No more candy! clair_0000000000660820 runs out to play.

real 0m5.012s
user 0m0.002s
sys 0m0.001s

There you have it. With 4 children attacking our Pez dispenser it takes a mere 5 seconds to empty it. Obviously the performance gains are normally not as linear as in this simple example where chewing each candy amounts to no more than a simple delay 1.0 statement. The performance gained from adding concurrency to a program depends on a lot of different factors.

The important point to get across is that adding concurrency to a program doesn't have to be complicated. Adding concurrency to an Ada program is very simple, and the model for doing it is easy, both to understand and to work with.

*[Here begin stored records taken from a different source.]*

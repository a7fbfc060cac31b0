package evaluate

import (
	"fmt"
	"hash/fnv"
	"math"
	"strings"

	"gonum.org/v1/gonum/stat/distuv"

	"almanac/engines"
	"almanac/engines/uncertainty"
	"almanac/pipeline/forecast"
	"almanac/pipeline/runfolder"
	"almanac/spec"
)

// How bounds and total quantiles are made (issue 13; the measurements
// behind each choice are in pipeline/bench/calibration/README.md):
//
//   - empirical: the backtest errors of the entry at each step ahead, each
//     divided by its series' in-sample seasonal naive MAE, pooled across
//     the run's series of the same demand group (intermittent or lumpy
//     series apart from the rest, whose errors are shaped differently);
//     each step pooled with its neighbours on either side
//     and the spread made to grow with the step (uncertainty.
//     DefaultSmoothing). Bounds are the forecast plus these quantiles times
//     the series' scale.
//   - model: the method's forecast variance with normal quantiles.
//   - resampled demand: for series classed intermittent or lumpy, the
//     bootstrap of Willemain, Smart & Schwarz (2004) from the series' own
//     history, resampleReps paths on a stream seeded from the series key.
//
// Every set of bounds is coherent (uncertainty.Bands): it contains the
// forecast, nests across levels, and for a series whose history never goes
// below zero it is read from the distribution censored at zero (unless
// intervals.allow_negative), which interval_source says.
//
// Totals over lead times come from the pooled errors of totals over 1..L
// of each backtest window (uncertainty.Pool, again per entry and demand
// group), for every series; resampled paths serve an intermittent series
// when its pool holds fewer than minTotalWindows windows that long or the
// series has no usable scale. For a series that cannot go below zero the quantiles of a longer
// lead time are never below those of a shorter one.

// resampleReps is the number of simulated paths per intermittent series.
const resampleReps = 1000

// minTotalWindows is the fewest backtest windows a pool needs before an
// intermittent series' totals are read from it rather than from its
// resampled paths (a run with a handful of slow movers has too few).
const minTotalWindows = 30

// Interval and total sources, as written to interval_source and
// total_source.
const (
	SourceEmpirical = "empirical"
	SourceModel     = "model"
	SourceResampled = "resampled demand"
	SourceTotals    = "backtest totals"
	censoredSuffix  = ", censored at 0"
)

// intervalState is what pass 1 pools for bounds and totals.
type intervalState struct {
	horizon int                           // the forecast horizon
	probs   []float64                     // the probabilities the bands read
	leads   []int                         // totals' lead times
	pools   map[poolKey]*uncertainty.Pool // by entry label and demand group
	stepQ   map[poolKey][][]float64       // the same, after pass 1
}

// poolKey names one pool: an entry and a demand group.
type poolKey struct {
	label        string
	intermittent bool // series classed intermittent or lumpy
}

// intermittentGroup reports whether a series with demand class d (nil: no
// class, for example a series with negative values) pools with the
// intermittent and lumpy series.
func intermittentGroup(d *engines.DemandClass) bool {
	return d != nil && (d.Class == engines.DemandIntermittent || d.Class == engines.DemandLumpy)
}

func (e *Evaluation) initIntervals(s *spec.Spec) {
	e.iv = intervalState{horizon: s.Horizon, probs: uncertainty.BandProbs(s.Intervals.Levels), leads: s.Totals.LeadTimes, pools: map[poolKey]*uncertainty.Pool{}}
	for _, l := range e.labels {
		for _, g := range []bool{false, true} {
			e.iv.pools[poolKey{l, g}] = uncertainty.NewPool(e.bt.Horizon, s.Totals.LeadTimes)
		}
	}
}

// recordWindow pools one backtest window of an entry.
func (e *Evaluation) recordWindow(label string, d *engines.DemandClass, y, fc []float64, scale float64) {
	e.iv.pools[poolKey{label, intermittentGroup(d)}].AddWindow(y, fc, scale)
}

// FinishPass1 turns the pooled errors into smoothed step quantiles.
func (e *Evaluation) FinishPass1() {
	if len(e.levels) == 0 {
		return
	}
	e.iv.stepQ = map[poolKey][][]float64{}
	for k, p := range e.iv.pools {
		e.iv.stepQ[k] = uncertainty.StepQuantiles(p.Steps, e.iv.probs, e.iv.horizon, uncertainty.DefaultSmoothing)
	}
}

// seriesSeed derives a series' random stream from its key, so resampled
// bounds depend on neither the worker count, the shard nor the run.
func seriesSeed(key []string) uint64 {
	h := fnv.New64a()
	h.Write([]byte("almanac resampled demand"))
	for _, k := range key {
		h.Write([]byte{0})
		h.Write([]byte(k))
	}
	return h.Sum64()
}

// normalQ is the predictive distribution forecast + z·sd.
type normalQ struct{ f, variance []float64 }

func (n normalQ) Quantile(s int, p float64) float64 {
	return n.f[s] + distuv.UnitNormal.Quantile(p)*math.Sqrt(n.variance[s])
}

// seriesUncertainty is what one series' bounds and totals are made from.
type seriesUncertainty struct {
	history      []float64
	key          []string
	scale        float64
	nonNeg       bool
	intermittent bool               // classed intermittent or lumpy
	paths        *uncertainty.Paths // resampled futures; nil unless intermittent
}

func newSeriesUncertainty(s *spec.Spec, r *forecast.Result) *seriesUncertainty {
	su := &seriesUncertainty{history: r.Series.Values, key: r.Series.Key}
	sc, _ := engines.PointScores(nil, nil, su.history, s.Calendar.SeasonLength)
	su.scale = sc.MASEScale
	su.nonNeg = !s.Intervals.AllowNegative && uncertainty.NonNegative(su.history)
	if d, ok := classifyDemand(su.history); ok && intermittentGroup(&d) {
		su.intermittent = true
		if p, err := uncertainty.Resample(su.history, s.Horizon, resampleReps, seriesSeed(su.key), uncertainty.JitterNone); err == nil {
			su.paths = p
		}
	}
	return su
}

func (su *seriesUncertainty) scaleOK() bool { return su.scale > 0 && !math.IsInf(su.scale, 0) }

// intervals fills the bounds of one final forecast (and raises its values
// to zero where the series cannot go below zero).
func (e *Evaluation) intervals(f *forecast.Forecast, su *seriesUncertainty, levels []int, source string) {
	var q uncertainty.Quantiler
	switch {
	case su.paths != nil:
		q, f.IntervalSource = su.paths, SourceResampled
	case source == "model" && f.Variance != nil:
		q, f.IntervalSource = normalQ{f.Values, f.Variance}, SourceModel
	case source == "model" || e == nil || e.iv.stepQ == nil:
		// Model-based bounds only where the method has a variance: an
		// empirical stand-in would pool errors across the run's series and
		// make a sharded run differ from a whole one.
		return
	default:
		sq := e.iv.stepQ[poolKey{f.Label, su.intermittent}]
		if sq == nil || !su.scaleOK() || math.IsNaN(sq[0][0]) {
			return
		}
		q, f.IntervalSource = &uncertainty.Additive{Forecast: f.Values, Scale: su.scale, Probs: e.iv.probs, Q: sq}, SourceEmpirical
	}
	f.Values, f.Lower, f.Upper = uncertainty.Bands(f.Values, levels, q, su.nonNeg)
	if su.nonNeg && f.IntervalSource != SourceResampled {
		f.IntervalSource += censoredSuffix
	}
}

// totals computes the totals rows of the chosen forecast f.
func (e *Evaluation) totals(f *forecast.Forecast, su *seriesUncertainty, levels []int) []forecast.Total {
	fc := f.Values
	if su.nonNeg {
		fc = append([]float64(nil), fc...)
		for i := range fc {
			fc[i] = max(fc[i], 0)
		}
	}
	pool := e.iv.pools[poolKey{f.Label, su.intermittent}]
	var out []forecast.Total
	for k, l := range e.iv.leads {
		t := forecast.Total{Label: f.Label, Lead: l, Total: math.NaN()}
		if l <= len(fc) {
			sum := 0.0
			for _, v := range fc[:l] {
				sum += v
			}
			t.Total = sum
		}
		switch {
		case math.IsNaN(t.Total):
		case pool != nil && su.scaleOK() && (pool.Totals[k].N() >= minTotalWindows || (pool.Totals[k].N() > 0 && su.paths == nil)):
			total := t.Total
			t.Quantiles = uncertainty.TotalQuantiles(levels, func(p float64) float64 { return pool.TotalQuantile(k, total, su.scale, p) }, su.nonNeg)
			t.Source = SourceTotals
			if su.nonNeg {
				t.Source += censoredSuffix
			}
		case su.paths != nil && l <= su.paths.H:
			t.Quantiles = uncertainty.TotalQuantiles(levels, func(p float64) float64 { return su.paths.TotalQuantile(l, p) }, su.nonNeg)
			t.Source = SourceResampled
		}
		out = append(out, t)
	}
	if su.nonNeg {
		monotoneInLead(out)
	}
	return out
}

// monotoneInLead raises each quantile of a total to the same quantile of
// every shorter lead time's total: demand that cannot go below zero only
// adds up.
func monotoneInLead(ts []forecast.Total) {
	for i := range ts {
		for j := range ts {
			if ts[j].Lead < ts[i].Lead && ts[i].Quantiles != nil && ts[j].Quantiles != nil {
				for k := range ts[i].Quantiles {
					ts[i].Quantiles[k] = max(ts[i].Quantiles[k], ts[j].Quantiles[k])
				}
			}
		}
	}
}

// raiseToZero raises every negative forecast value to zero: with bounds
// or totals asked for, a series whose history never goes below zero gets
// no negative forecast from any method (before the combination is made,
// so that it stays the mean of what its members show).
func raiseToZero(fs []forecast.Forecast) {
	for k := range fs {
		var raised []float64
		for j, v := range fs[k].Values {
			if v < 0 {
				if raised == nil {
					raised = append([]float64(nil), fs[k].Values...)
				}
				raised[j] = 0
			}
		}
		if raised != nil {
			fs[k].Values = raised
		}
	}
}

// Finish adds what the evaluation decided to series i's final forecasts:
// the combination entry, the chosen flag, prediction intervals and the
// totals of the chosen entry. e may be nil (no backtest): model-based
// intervals (and resampled ones for intermittent series) are still added.
func (e *Evaluation) Finish(s *spec.Spec, i int, r *forecast.Result) {
	levels := s.Intervals.Levels
	wantTotals := e != nil && len(e.iv.leads) > 0
	if (len(levels) > 0 || wantTotals) && !s.Intervals.AllowNegative && uncertainty.NonNegative(r.Series.Values) {
		raiseToZero(r.Forecasts)
	}
	var choice seriesChoice
	if e != nil {
		choice = e.choices[i]
		r.Problems = append(choice.problems, r.Problems...)
		if e.combo != nil && len(choice.members) > 0 {
			e.combine(r, &choice)
		}
	}
	if (len(levels) == 0 && !wantTotals) || r.Series.Skip != "" || forecast.AllMissing(r.Series.Values) {
		for k := range r.Forecasts {
			r.Forecasts[k].Chosen = e != nil && r.Forecasts[k].Label == choice.chosen
		}
		return
	}
	su := newSeriesUncertainty(s, r)
	for k := range r.Forecasts {
		f := &r.Forecasts[k]
		f.Chosen = e != nil && f.Label == choice.chosen
		if len(levels) > 0 && (e == nil || f.Chosen || s.Intervals.AllMethods) {
			e.intervals(f, su, levels, s.Intervals.Source)
		}
		if wantTotals && f.Chosen {
			r.Totals = e.totals(f, su, s.Totals.Levels)
		}
	}
}

// combine adds the combination entry to series r's final forecasts, from
// its members' forecasts on the full history. Under choose: best a member
// that failed there leaves the series without a combination (an error
// row); under choose: combination the members that did forecast are
// combined (weights renormalised, a warning row), and only when none did
// does the series fall back.
func (e *Evaluation) combine(r *forecast.Result, choice *seriesChoice) {
	var fcs [][]float64
	var names []string
	var weights []float64
	for j, m := range choice.members {
		for _, f := range r.Forecasts {
			if f.Label == m {
				fcs = append(fcs, f.Values)
				names = append(names, m)
				if choice.weights != nil {
					weights = append(weights, choice.weights[j])
				}
			}
		}
	}
	problem := func(severity, msg string) {
		r.Problems = append(r.Problems, runfolder.Problem{Key: r.Series.Key, Stage: "forecast", Severity: severity, Code: runfolder.CodeCombinationFailed, Method: e.combo.Label, Message: msg})
	}
	if len(fcs) < len(choice.members) {
		if !e.combinationAlways() {
			problem("error", "a member of the combination failed on the full history; no combination forecast")
			return
		}
		if len(fcs) == 0 {
			problem("error", fmt.Sprintf("every member of the combination failed on the full history; fell back to %s", e.fallback))
			choice.chosen = e.fallback
			return
		}
		problem("warning", fmt.Sprintf("%d of %d members of the combination failed on the full history; combined the others", len(choice.members)-len(fcs), len(choice.members)))
	}
	kind := e.combo.Kind
	if weights != nil {
		total := 0.0
		for _, w := range weights {
			total += w
		}
		for j := range weights {
			weights[j] /= total
		}
	}
	var model string
	switch {
	case weights != nil:
		parts := make([]string, len(names))
		for j, n := range names {
			parts[j] = fmt.Sprintf("%s %.3f", n, weights[j])
		}
		model = fmt.Sprintf("combination(weighted by 1/%s: %s)", e.metric, strings.Join(parts, ", "))
	case kind == spec.CombineWeighted:
		kind = spec.CombineMeanKind
		model = fmt.Sprintf("combination(mean of %s; no backtest scores: equal weights)", strings.Join(names, ", "))
	default:
		model = fmt.Sprintf("combination(%s of %s)", kind, strings.Join(names, ", "))
	}
	r.Forecasts = append(r.Forecasts, forecast.Forecast{Label: e.combo.Label, Model: model, Values: combineForecasts(kind, fcs, weights)})
}
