// SIGTERM while almanac reads a file (here a pipe that keeps delivering
// rows) stops it within a second, exit 130, nothing written.
func TestSIGTERMMidRead(t *testing.T) {
	dir := t.TempDir()
	fifo := filepath.Join(dir, "data.csv")
	if err := unix.Mkfifo(fifo, 0o644); err != nil {
		t.Skip("no FIFO:", err)
	}
	os.WriteFile(filepath.Join(dir, "spec.yaml"), []byte(monthlySpec), 0o644)
	cmd := exec.Command(binary, "run", "spec.yaml", "-q")
	cmd.Dir = dir
	var stderr bytes.Buffer
	cmd.Stderr = &stderr
	if err := cmd.Start(); err != nil {
		t.Fatal(err)
	}
	stop := make(chan struct{})
	go func() {
		w, err := os.OpenFile(fifo, os.O_WRONLY, 0)
		if err != nil {
			return
		}
		defer w.Close()
		bw := bufio.NewWriter(w)
		bw.WriteString("month,store,qty\n")
		for i := 0; ; i++ {
			select {
			case <-stop:
				return
			default:
			}
			fmt.Fprintf(bw, "2023-%02d,S%d,1\n", i%12+1, i)
			if i%500 == 0 {
				bw.Flush()
				time.Sleep(time.Millisecond)
			}
		}
	}()
	defer close(stop)
	// Without the readers' checks the run would read on for ever.
	time.AfterFunc(10*time.Second, func() { cmd.Process.Kill() })
	time.Sleep(700 * time.Millisecond)
	sent := time.Now()
	cmd.Process.Signal(syscall.SIGTERM)
	cmd.Wait()
	if took := time.Since(sent); took > time.Second {
		t.Errorf("stopped %v after SIGTERM mid-read", took)
	}
	if code := cmd.ProcessState.ExitCode(); code != exitInterrupted {
		t.Errorf("exit %d, want %d\n%s", code, exitInterrupted, stderr.String())
	}
	if entries, _ := os.ReadDir(filepath.Join(dir, "out")); len(entries) != 0 {
		t.Errorf("out/ holds %v", entries)
	}
}

// A dead run's spill folder is removed at the next start; a live one (its
// lock held) is not.
func TestStaleSpillFoldersRemoved(t *testing.T) {
	dir := monthlyProject(t, 2)
	tmp := t.TempDir()
	dead := filepath.Join(tmp, "almanac-spill-123")
	os.MkdirAll(dead, 0o755)
	os.WriteFile(filepath.Join(dead, "lock"), nil, 0o644)
	os.WriteFile(filepath.Join(dead, "rows"), make([]byte, 4096), 0o644)
	live := filepath.Join(tmp, "almanac-spill-456")
	os.MkdirAll(live, 0o755)
	lf, _ := os.Create(filepath.Join(live, "lock"))
	defer lf.Close()
	if err := unix.Flock(int(lf.Fd()), unix.LOCK_EX); err != nil {
		t.Fatal(err)
	}
	cmd := exec.Command(binary, "run", "spec.yaml", "-q", "--batch-rows", "10")
	cmd.Dir = dir
	cmd.Env = append(os.Environ(), "TMPDIR="+tmp)
	if out, err := cmd.CombinedOutput(); err != nil {
		t.Fatalf("%v\n%s", err, out)
	}
	if _, err := os.Stat(dead); err == nil {
		t.Error("the dead run's spill folder is still there")
	}
	if _, err := os.Stat(live); err != nil {
		t.Error("a live run's spill folder was removed")
	}
	left, _ := filepath.Glob(filepath.Join(tmp, "almanac-spill-*"))
	if len(left) != 1 {
		t.Errorf("spill folders left: %v", left)
	}
}

// --as-of is recorded in the manifest (the canonical spec's shaping.until),
// so verify reproduces the run with the same cut-off.
func TestAsOfIsRecordedAndVerified(t *testing.T) {
	dir := monthlyProject(t, 2)
	out, stderr, code := almanac(t, dir, "run", "spec.yaml", "-q", "--as-of", "2022-06-30")
	if code != 0 {
		t.Fatal(stderr)
	}
	if !strings.Contains(out, "error(s), 1 warning(s)") {
		t.Errorf("summary: %s", out)
	}
	b, err := os.ReadFile(filepath.Join(dir, "out", "manifest.json"))
	if err != nil {
		t.Fatal(err)
	}
	var m struct {
		RowsRead int64 `json:"rows_read"`
		Spec     struct {
			Canonical json.RawMessage `json:"canonical"`
		} `json:"spec"`
	}
	json.Unmarshal(b, &m)
	var compact bytes.Buffer
	json.Compact(&compact, m.Spec.Canonical)
	if !strings.Contains(compact.String(), `"until":"2022-06-30"`) || m.RowsRead != 2*18 {
		t.Errorf("manifest: %d rows read, canonical %s", m.RowsRead, m.Spec.Canonical)
	}
	if out, stderr, code := almanac(t, dir, "verify", "out"); code != 0 {
		t.Errorf("verify: %d\n%s%s", code, out, stderr)
	}
}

When you're using Ada there's simply no excuse for not adding concurrency to your program where it will benefit from it.

There is of course a whole lot more to Ada and concurrent programming than shown here. This little example has barely scratched the surface. A good place to start is the Ada Programming Wikibook.

You can grab the code for these examples at github.com/ThomasLocke/Pez_Dispenser.

Finally a big thank you goes out to my good friend Dwight Scott Miller for helping me weed out the worst parts of my Danish-ified English. I really appreciate it.